WHAT TO DO:
The lines below that include the word "leave" are to be reported.

[Records drawn from a dataset]
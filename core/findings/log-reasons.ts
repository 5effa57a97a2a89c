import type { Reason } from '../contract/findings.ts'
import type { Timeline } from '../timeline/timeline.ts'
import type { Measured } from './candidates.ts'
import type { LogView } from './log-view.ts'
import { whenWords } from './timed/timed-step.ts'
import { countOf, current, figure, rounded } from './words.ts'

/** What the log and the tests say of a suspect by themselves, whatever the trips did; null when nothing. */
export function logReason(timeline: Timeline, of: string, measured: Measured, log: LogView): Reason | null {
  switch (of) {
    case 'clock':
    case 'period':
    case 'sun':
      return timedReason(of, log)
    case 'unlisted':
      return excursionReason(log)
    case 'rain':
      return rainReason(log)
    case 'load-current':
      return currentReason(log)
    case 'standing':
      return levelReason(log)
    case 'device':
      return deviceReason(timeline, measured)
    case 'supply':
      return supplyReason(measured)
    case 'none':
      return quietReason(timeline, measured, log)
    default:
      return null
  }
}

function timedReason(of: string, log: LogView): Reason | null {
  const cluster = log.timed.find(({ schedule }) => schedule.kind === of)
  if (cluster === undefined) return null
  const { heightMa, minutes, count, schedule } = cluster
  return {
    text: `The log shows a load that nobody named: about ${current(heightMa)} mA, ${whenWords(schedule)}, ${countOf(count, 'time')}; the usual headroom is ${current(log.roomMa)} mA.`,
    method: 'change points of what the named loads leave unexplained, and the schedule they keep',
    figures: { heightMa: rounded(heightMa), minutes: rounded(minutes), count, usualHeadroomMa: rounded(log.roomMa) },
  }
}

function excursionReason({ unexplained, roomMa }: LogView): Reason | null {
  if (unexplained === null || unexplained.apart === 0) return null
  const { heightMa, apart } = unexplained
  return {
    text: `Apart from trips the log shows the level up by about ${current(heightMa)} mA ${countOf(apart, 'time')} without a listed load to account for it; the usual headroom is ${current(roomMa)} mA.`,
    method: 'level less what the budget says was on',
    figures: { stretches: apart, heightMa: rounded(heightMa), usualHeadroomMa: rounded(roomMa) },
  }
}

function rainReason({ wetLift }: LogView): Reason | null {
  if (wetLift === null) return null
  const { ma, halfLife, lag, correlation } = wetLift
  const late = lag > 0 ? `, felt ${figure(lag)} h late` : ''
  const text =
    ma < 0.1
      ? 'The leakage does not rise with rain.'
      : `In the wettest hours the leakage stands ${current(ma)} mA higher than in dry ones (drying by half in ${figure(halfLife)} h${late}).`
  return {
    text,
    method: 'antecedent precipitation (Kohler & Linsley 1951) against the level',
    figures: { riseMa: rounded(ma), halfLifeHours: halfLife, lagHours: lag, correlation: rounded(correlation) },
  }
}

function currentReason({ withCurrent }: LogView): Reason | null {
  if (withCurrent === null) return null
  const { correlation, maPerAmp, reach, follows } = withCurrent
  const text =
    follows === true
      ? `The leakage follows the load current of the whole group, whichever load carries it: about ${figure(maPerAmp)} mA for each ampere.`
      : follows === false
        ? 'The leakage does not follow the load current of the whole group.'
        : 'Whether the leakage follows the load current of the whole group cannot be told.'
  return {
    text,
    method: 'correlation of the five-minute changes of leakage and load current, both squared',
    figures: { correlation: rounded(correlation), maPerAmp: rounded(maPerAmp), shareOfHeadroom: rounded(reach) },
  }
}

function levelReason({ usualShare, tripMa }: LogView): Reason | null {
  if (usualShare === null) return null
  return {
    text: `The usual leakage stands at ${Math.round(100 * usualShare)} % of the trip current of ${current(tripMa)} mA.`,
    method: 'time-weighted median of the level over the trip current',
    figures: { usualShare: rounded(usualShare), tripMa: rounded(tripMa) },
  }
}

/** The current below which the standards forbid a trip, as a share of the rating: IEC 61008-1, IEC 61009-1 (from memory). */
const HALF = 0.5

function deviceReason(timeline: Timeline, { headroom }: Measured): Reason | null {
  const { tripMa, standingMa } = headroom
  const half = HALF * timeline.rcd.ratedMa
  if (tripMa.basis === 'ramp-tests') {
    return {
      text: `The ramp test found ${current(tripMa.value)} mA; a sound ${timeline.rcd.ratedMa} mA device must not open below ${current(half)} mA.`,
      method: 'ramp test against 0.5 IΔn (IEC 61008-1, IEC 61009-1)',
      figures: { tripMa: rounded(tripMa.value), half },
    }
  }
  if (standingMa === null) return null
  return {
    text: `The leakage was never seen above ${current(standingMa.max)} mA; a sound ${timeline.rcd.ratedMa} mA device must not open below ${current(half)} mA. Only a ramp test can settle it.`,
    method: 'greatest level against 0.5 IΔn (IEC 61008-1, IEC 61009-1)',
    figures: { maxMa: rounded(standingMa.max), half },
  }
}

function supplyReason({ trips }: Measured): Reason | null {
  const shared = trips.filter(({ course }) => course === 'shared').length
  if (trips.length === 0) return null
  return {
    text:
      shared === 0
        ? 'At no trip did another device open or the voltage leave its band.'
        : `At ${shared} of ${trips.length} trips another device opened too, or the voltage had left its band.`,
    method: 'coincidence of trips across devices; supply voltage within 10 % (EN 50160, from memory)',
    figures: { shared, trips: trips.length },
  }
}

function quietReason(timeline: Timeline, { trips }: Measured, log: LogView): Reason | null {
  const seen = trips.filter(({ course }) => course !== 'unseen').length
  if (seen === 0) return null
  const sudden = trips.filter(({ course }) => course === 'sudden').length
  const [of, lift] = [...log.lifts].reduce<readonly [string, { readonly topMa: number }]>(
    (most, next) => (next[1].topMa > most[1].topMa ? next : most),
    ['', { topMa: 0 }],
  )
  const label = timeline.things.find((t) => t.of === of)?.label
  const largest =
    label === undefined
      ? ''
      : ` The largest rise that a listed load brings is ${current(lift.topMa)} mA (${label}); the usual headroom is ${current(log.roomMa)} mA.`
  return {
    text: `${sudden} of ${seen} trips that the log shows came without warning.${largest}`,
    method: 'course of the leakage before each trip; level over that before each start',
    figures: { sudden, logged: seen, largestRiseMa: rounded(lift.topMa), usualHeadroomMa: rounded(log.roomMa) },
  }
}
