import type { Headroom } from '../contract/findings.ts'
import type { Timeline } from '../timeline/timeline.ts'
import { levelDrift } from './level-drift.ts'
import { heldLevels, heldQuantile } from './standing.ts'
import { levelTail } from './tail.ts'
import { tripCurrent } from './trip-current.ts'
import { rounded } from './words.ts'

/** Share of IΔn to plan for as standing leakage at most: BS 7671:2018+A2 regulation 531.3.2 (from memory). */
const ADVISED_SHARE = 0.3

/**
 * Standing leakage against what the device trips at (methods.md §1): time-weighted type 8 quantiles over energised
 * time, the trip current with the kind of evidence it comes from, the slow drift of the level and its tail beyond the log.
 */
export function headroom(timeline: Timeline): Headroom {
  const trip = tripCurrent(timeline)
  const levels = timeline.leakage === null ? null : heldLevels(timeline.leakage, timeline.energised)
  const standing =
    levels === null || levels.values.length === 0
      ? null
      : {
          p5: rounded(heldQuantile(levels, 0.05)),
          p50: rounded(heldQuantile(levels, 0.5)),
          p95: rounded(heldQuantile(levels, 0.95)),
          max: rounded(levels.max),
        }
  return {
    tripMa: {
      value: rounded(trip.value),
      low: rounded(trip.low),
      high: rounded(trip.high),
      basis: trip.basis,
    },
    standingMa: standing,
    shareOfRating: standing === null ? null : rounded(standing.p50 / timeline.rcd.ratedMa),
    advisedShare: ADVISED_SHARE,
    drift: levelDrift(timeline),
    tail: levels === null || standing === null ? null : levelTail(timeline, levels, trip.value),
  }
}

SOLUTION TO THE EXERCISE:
    method: 'change points of what the named loads leave unexplained, and the schedule they keep',
        ? 'At no trip did another device open or the voltage leave its band.'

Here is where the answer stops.